PROBLEM TO SOLVE –
Which lines of the entries contain the string "rest"? Please find them and copy them.
···
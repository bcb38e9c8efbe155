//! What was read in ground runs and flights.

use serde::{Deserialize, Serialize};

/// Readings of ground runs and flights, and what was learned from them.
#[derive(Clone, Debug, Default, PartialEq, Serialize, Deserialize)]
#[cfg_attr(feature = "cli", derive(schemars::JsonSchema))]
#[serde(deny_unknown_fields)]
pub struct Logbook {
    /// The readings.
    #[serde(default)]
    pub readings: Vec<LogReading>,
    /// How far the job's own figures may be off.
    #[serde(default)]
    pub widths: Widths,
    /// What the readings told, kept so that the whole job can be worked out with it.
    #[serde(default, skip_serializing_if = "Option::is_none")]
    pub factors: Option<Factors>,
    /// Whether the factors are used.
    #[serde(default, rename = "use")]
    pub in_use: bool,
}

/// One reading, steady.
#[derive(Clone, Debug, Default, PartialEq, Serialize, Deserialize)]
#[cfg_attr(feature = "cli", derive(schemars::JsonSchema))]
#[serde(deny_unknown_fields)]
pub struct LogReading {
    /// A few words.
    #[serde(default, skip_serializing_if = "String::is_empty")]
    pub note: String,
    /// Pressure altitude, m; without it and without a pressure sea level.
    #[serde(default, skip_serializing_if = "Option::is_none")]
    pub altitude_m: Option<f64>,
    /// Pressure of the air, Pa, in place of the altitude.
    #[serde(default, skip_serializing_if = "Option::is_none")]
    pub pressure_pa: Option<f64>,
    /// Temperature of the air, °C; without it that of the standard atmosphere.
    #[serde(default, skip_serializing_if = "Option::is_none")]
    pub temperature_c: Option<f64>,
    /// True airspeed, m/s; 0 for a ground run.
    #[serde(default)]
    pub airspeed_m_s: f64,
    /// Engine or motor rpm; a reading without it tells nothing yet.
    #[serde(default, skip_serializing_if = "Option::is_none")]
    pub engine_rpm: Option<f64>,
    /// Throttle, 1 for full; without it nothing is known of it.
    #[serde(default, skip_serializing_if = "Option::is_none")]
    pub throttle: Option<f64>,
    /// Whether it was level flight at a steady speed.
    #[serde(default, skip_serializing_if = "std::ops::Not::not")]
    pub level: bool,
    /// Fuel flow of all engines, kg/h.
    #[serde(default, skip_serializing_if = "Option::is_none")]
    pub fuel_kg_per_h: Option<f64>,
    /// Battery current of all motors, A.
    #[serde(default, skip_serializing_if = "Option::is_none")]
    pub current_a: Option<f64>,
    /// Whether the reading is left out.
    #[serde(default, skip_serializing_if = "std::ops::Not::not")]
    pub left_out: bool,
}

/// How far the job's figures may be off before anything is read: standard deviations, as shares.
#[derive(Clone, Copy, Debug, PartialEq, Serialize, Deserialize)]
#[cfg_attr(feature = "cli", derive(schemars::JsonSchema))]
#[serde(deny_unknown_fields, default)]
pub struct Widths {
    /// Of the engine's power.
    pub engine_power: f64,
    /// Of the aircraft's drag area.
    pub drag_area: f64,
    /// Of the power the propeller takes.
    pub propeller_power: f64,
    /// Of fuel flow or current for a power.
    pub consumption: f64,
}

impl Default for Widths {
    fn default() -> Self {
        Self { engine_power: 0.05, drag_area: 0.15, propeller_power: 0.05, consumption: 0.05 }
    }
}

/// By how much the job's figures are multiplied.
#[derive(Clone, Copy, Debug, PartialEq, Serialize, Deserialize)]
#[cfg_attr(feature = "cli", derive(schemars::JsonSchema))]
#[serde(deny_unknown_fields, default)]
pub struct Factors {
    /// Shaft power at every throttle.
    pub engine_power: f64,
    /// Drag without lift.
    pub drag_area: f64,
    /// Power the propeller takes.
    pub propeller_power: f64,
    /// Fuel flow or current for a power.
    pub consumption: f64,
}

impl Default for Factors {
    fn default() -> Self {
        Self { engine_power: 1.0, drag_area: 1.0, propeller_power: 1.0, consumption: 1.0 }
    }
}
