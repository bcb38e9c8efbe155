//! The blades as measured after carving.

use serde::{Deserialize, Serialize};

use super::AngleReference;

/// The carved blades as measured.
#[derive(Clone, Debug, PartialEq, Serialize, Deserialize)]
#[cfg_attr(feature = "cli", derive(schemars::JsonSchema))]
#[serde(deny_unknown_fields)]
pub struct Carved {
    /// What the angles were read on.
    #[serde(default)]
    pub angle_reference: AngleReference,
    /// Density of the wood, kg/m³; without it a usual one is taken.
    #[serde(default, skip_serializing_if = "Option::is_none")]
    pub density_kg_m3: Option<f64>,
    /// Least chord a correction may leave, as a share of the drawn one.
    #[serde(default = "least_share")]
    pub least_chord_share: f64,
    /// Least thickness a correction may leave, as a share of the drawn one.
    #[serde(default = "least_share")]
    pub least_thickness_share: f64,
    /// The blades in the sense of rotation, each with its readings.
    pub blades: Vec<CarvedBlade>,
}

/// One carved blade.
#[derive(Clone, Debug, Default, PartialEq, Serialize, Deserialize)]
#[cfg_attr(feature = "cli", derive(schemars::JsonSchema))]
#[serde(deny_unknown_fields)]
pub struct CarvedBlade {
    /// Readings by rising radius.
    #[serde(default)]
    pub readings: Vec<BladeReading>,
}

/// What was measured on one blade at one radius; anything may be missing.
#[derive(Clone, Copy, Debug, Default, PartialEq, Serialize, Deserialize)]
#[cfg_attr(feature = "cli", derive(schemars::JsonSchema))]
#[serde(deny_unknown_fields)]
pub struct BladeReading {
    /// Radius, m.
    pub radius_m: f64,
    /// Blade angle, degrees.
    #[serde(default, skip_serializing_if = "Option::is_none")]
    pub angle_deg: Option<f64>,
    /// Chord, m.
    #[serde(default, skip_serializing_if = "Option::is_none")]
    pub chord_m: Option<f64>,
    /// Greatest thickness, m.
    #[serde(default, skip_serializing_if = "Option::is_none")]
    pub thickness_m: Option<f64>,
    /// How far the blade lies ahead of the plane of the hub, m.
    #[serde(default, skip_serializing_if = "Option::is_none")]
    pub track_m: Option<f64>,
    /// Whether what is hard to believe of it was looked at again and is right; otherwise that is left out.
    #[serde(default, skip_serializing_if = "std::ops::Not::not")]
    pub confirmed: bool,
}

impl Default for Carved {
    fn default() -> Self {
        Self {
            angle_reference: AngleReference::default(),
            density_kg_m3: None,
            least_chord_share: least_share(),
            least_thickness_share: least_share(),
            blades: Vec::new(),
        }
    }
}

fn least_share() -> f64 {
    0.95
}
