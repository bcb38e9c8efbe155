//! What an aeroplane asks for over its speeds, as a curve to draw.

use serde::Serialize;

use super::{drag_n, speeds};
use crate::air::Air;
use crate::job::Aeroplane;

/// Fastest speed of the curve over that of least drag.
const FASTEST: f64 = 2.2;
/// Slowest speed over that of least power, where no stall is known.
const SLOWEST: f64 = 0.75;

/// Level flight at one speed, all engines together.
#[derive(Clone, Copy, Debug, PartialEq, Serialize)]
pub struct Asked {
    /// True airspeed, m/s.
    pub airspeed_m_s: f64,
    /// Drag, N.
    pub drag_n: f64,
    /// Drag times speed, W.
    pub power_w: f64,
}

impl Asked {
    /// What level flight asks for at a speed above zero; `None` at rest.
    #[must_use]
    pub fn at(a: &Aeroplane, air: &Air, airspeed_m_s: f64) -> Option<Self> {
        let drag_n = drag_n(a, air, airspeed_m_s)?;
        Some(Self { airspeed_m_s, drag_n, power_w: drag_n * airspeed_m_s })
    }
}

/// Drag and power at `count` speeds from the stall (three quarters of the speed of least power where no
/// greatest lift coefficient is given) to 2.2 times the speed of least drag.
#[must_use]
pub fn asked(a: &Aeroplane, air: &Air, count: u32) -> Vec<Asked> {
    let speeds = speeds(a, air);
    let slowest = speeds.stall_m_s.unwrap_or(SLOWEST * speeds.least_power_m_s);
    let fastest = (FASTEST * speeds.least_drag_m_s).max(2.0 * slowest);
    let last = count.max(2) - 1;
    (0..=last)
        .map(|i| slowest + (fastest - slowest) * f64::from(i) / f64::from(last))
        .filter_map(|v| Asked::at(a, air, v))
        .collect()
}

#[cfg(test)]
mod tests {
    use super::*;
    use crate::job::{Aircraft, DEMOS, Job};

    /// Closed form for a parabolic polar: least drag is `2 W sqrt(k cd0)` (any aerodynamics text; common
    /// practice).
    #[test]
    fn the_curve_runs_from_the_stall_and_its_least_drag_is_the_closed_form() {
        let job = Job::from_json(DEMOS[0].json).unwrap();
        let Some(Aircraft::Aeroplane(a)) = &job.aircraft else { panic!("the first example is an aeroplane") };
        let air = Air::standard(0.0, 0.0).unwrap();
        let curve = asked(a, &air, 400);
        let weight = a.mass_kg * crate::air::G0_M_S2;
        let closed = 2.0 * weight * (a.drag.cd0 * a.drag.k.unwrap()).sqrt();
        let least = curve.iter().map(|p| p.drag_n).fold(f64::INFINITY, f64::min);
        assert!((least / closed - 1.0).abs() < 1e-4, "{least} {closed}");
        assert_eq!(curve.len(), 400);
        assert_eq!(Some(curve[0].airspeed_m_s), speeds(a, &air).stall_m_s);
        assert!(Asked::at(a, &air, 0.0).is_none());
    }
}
···
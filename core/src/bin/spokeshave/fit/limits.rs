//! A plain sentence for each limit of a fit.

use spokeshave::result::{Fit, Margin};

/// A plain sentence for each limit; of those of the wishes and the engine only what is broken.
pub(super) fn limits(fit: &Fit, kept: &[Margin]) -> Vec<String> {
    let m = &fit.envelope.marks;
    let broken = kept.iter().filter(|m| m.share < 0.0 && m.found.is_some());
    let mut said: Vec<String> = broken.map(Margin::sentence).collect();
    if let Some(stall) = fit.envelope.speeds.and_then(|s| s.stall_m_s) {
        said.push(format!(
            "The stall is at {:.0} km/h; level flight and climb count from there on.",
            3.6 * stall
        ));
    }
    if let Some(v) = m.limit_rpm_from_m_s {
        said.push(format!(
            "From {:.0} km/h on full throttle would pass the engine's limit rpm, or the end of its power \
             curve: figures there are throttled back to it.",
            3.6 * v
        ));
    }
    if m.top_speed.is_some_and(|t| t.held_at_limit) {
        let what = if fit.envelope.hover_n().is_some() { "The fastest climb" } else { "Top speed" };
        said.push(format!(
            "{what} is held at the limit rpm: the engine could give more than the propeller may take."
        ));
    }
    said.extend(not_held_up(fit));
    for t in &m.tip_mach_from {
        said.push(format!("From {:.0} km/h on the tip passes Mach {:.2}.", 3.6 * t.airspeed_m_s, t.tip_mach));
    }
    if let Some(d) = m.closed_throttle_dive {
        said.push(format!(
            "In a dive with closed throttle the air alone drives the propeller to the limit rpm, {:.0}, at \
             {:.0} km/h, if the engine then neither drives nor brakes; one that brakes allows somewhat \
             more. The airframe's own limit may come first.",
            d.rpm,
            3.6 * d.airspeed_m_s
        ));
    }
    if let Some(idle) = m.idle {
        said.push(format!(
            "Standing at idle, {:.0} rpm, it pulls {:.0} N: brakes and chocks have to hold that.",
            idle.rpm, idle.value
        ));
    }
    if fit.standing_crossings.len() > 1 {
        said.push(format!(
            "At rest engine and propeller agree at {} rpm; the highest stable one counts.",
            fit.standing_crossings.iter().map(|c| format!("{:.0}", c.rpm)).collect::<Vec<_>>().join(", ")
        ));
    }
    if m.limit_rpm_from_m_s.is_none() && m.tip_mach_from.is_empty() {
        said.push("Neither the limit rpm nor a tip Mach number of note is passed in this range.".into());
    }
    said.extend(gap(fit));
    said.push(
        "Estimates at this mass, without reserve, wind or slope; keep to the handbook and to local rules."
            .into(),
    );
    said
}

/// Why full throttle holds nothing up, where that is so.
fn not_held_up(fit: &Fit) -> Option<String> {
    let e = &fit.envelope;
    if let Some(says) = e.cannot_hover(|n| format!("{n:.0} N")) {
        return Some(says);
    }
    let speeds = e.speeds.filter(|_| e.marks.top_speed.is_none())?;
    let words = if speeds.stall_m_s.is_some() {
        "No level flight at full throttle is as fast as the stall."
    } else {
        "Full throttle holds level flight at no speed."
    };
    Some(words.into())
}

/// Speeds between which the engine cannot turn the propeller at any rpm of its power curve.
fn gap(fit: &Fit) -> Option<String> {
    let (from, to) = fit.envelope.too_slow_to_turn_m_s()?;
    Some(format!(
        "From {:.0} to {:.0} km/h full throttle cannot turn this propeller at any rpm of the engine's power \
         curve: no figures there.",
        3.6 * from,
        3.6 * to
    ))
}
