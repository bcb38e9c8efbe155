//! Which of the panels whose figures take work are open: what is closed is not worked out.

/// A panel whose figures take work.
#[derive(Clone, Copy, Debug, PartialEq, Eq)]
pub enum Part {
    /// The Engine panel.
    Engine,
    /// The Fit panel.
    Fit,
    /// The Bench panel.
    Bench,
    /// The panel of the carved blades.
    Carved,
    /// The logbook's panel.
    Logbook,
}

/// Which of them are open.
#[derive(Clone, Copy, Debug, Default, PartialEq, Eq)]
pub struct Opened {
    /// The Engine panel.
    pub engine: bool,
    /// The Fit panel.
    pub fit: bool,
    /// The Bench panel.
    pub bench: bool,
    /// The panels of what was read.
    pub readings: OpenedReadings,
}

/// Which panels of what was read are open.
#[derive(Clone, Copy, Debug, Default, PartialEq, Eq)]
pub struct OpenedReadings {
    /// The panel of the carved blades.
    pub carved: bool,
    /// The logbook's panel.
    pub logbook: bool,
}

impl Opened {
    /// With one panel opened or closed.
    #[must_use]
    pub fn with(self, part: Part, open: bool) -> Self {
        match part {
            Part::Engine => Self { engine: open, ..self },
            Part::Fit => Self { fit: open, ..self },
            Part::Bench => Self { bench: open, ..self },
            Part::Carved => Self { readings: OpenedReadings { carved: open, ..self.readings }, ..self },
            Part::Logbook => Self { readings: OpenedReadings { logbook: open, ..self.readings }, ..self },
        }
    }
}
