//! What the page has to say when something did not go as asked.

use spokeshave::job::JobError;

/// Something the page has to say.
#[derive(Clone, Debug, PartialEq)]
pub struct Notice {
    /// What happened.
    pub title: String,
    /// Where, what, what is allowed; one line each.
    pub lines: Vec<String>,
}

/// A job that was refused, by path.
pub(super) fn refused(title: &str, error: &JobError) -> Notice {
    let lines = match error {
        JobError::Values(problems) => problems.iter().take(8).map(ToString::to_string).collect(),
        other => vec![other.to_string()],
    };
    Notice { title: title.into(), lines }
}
···
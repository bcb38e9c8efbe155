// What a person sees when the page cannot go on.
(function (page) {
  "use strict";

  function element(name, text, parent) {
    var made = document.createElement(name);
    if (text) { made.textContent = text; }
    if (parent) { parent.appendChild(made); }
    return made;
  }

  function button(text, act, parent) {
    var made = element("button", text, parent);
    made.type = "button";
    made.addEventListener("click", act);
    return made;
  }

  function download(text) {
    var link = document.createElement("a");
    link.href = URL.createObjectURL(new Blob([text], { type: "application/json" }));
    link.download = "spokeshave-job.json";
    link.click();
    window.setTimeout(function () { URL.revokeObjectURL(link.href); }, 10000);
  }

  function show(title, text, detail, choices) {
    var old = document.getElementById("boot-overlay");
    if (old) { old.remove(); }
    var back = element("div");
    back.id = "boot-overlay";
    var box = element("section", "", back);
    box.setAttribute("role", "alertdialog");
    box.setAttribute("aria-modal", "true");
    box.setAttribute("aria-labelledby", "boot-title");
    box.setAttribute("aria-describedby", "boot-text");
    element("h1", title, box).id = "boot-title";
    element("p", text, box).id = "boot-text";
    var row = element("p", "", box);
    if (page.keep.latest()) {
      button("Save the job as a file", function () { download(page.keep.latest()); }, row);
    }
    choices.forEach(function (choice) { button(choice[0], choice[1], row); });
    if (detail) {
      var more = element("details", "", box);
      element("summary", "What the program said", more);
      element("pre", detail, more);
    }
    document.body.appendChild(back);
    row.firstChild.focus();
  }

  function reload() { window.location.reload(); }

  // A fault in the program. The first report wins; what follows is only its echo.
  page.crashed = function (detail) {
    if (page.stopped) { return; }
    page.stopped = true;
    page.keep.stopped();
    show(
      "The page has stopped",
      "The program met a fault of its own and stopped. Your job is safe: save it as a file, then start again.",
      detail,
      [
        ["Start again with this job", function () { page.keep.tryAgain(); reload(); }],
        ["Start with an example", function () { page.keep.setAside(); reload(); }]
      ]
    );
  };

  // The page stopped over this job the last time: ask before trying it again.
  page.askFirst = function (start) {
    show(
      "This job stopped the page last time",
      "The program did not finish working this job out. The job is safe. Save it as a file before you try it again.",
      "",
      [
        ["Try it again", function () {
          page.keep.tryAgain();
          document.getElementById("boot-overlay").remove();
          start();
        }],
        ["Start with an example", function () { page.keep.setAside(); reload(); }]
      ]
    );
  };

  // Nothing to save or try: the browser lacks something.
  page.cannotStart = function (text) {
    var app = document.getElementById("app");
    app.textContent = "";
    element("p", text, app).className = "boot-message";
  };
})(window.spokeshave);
···
OUTPUT FOR THIS TASK –
    /// What level flight asks for at a speed above zero; `None` at rest.
            "At rest engine and propeller agree at {} rpm; the highest stable one counts.",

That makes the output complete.